**Exercise**
In the records below, find the line with "highMarket: correlation(1, 2)" and the line with "const correlation = c"; return exactly those lines and every line between them.

Saved data entries

== Segment start ==

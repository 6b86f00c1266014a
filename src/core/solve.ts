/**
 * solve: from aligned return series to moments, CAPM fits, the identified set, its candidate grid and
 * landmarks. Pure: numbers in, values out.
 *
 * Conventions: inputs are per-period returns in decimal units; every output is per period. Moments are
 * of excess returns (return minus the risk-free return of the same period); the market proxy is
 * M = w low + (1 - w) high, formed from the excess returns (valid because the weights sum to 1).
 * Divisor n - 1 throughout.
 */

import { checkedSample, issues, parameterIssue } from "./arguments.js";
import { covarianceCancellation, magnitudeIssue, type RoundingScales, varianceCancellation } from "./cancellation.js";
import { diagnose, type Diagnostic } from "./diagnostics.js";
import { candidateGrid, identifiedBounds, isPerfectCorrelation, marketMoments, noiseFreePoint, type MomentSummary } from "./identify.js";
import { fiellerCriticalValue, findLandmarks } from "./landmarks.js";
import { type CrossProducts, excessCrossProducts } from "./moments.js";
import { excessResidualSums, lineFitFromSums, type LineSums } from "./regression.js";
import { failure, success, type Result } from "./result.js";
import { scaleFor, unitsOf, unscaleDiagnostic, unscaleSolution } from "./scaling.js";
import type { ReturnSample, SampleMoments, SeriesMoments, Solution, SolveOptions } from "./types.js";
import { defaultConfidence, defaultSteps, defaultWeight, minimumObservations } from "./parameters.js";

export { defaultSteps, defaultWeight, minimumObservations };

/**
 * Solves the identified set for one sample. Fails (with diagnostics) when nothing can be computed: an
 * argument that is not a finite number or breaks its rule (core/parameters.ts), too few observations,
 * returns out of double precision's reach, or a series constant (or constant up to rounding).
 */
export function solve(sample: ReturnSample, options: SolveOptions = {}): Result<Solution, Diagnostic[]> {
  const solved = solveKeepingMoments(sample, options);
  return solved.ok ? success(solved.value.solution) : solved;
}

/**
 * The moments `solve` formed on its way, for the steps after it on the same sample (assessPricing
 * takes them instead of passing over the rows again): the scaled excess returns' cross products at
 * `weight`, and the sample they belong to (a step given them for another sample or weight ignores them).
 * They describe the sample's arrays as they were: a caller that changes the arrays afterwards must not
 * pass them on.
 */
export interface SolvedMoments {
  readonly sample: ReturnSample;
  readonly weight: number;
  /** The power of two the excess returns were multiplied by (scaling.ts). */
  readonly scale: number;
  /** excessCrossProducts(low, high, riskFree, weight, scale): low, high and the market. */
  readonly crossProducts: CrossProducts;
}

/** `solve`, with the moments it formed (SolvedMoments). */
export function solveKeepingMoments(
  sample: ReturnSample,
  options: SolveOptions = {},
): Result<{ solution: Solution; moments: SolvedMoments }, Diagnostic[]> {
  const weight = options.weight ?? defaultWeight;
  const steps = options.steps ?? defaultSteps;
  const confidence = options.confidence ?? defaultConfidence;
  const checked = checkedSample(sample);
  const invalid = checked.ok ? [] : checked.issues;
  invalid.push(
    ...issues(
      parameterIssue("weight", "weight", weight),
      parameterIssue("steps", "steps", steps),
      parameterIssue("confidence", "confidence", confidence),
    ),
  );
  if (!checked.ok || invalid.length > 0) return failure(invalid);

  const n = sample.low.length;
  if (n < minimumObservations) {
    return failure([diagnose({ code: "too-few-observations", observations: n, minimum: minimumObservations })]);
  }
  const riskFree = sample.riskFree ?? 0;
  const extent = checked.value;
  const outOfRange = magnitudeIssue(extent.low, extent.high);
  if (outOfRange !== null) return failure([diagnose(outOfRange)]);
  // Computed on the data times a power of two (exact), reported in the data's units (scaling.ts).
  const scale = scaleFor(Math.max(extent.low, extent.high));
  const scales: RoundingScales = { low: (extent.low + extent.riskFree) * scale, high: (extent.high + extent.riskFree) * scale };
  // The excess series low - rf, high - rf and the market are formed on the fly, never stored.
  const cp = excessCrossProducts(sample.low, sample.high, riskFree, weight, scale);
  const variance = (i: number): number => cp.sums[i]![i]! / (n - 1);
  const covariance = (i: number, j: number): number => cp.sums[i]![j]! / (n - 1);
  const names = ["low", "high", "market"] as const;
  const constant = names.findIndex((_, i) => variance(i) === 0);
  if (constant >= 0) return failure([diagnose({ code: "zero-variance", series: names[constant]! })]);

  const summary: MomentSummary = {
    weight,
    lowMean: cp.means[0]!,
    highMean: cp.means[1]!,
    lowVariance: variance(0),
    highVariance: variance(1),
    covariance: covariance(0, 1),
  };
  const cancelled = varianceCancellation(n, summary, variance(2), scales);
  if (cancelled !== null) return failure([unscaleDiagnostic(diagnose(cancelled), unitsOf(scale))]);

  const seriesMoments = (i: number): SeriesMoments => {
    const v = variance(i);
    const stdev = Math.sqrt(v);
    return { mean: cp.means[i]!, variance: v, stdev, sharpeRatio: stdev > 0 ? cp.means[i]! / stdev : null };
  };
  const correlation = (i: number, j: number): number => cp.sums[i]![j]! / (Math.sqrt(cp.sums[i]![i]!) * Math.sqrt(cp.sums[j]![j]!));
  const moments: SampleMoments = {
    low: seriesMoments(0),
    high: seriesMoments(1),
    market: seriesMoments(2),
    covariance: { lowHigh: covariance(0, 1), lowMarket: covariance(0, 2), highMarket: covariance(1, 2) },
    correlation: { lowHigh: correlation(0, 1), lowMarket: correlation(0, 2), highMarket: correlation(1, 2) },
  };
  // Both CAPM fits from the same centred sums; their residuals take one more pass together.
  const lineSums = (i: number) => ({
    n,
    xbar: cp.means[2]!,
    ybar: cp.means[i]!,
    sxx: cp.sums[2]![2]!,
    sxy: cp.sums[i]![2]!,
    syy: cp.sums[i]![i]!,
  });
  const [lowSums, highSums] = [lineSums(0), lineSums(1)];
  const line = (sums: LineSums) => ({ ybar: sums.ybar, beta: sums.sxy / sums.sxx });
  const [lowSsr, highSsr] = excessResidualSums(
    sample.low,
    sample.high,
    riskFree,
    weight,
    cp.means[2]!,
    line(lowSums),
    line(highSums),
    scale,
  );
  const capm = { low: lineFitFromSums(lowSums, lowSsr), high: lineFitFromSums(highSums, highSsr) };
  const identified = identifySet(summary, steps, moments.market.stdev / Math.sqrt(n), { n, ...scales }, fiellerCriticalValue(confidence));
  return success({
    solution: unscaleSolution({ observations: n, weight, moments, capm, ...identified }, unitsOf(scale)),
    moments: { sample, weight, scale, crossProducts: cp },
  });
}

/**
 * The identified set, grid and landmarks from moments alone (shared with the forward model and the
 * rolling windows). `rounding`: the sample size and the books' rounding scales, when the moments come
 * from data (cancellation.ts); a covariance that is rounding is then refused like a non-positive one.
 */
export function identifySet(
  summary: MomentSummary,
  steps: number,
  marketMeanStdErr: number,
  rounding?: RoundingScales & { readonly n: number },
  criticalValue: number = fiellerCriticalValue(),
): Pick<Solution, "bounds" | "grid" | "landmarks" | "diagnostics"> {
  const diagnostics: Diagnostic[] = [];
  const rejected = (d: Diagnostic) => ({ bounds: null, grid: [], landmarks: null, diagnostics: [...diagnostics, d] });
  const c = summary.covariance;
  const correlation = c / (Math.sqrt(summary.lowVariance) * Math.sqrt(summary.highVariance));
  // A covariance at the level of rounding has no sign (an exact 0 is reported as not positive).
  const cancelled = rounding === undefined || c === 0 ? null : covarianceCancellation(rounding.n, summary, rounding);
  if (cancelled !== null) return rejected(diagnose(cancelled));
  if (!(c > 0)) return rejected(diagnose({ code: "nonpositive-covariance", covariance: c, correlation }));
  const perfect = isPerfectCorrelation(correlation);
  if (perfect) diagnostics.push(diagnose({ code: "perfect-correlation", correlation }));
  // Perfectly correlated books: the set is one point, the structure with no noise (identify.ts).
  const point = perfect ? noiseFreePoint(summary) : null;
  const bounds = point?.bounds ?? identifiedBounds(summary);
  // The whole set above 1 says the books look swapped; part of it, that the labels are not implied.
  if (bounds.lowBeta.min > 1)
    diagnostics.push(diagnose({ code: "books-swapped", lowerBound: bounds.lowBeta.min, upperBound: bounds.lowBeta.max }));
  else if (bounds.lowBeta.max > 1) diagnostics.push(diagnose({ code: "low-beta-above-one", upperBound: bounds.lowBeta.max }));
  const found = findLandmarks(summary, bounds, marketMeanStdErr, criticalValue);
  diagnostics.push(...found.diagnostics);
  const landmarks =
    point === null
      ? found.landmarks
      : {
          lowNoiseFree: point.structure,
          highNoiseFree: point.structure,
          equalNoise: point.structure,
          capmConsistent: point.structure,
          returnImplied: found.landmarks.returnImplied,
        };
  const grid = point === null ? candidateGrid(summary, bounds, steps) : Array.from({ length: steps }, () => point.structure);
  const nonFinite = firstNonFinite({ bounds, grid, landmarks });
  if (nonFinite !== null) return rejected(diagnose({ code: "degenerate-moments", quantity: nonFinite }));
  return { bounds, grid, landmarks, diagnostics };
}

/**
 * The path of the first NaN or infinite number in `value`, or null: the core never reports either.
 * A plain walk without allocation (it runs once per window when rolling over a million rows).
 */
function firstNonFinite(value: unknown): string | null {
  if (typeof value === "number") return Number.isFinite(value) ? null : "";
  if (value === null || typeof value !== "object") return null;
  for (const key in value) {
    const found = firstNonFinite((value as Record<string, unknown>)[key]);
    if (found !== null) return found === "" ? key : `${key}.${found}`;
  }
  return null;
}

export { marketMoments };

== Segment end ==

**Exercise result**
    correlation: { lowHigh: correlation(0, 1), lowMarket: correlation(0, 2), highMarket: correlation(1, 2) },
  };
  // Both CAPM fits from the same centred sums; their residuals take one more pass together.
  const lineSums = (i: number) => ({
    n,
    xbar: cp.means[2]!,
    ybar: cp.means[i]!,
    sxx: cp.sums[2]![2]!,
    sxy: cp.sums[i]![2]!,
    syy: cp.sums[i]![i]!,
  });
  const [lowSums, highSums] = [lineSums(0), lineSums(1)];
  const line = (sums: LineSums) => ({ ybar: sums.ybar, beta: sums.sxy / sums.sxx });
  const [lowSsr, highSsr] = excessResidualSums(
    sample.low,
    sample.high,
    riskFree,
    weight,
    cp.means[2]!,
    line(lowSums),
    line(highSums),
    scale,
  );
  const capm = { low: lineFitFromSums(lowSums, lowSsr), high: lineFitFromSums(highSums, highSsr) };
  const identified = identifySet(summary, steps, moments.market.stdev / Math.sqrt(n), { n, ...scales }, fiellerCriticalValue(confidence));
  return success({
    solution: unscaleSolution({ observations: n, weight, moments, capm, ...identified }, unitsOf(scale)),
    moments: { sample, weight, scale, crossProducts: cp },
  });
}

/**
 * The identified set, grid and landmarks from moments alone (shared with the forward model and the
 * rolling windows). `rounding`: the sample size and the books' rounding scales, when the moments come
 * from data (cancellation.ts); a covariance that is rounding is then refused like a non-positive one.
 */
export function identifySet(
  summary: MomentSummary,
  steps: number,
  marketMeanStdErr: number,
  rounding?: RoundingScales & { readonly n: number },
  criticalValue: number = fiellerCriticalValue(),
): Pick<Solution, "bounds" | "grid" | "landmarks" | "diagnostics"> {
  const diagnostics: Diagnostic[] = [];
  const rejected = (d: Diagnostic) => ({ bounds: null, grid: [], landmarks: null, diagnostics: [...diagnostics, d] });
  const c = summary.covariance;
  const correlation = c / (Math.sqrt(summary.lowVariance) * Math.sqrt(summary.highVariance));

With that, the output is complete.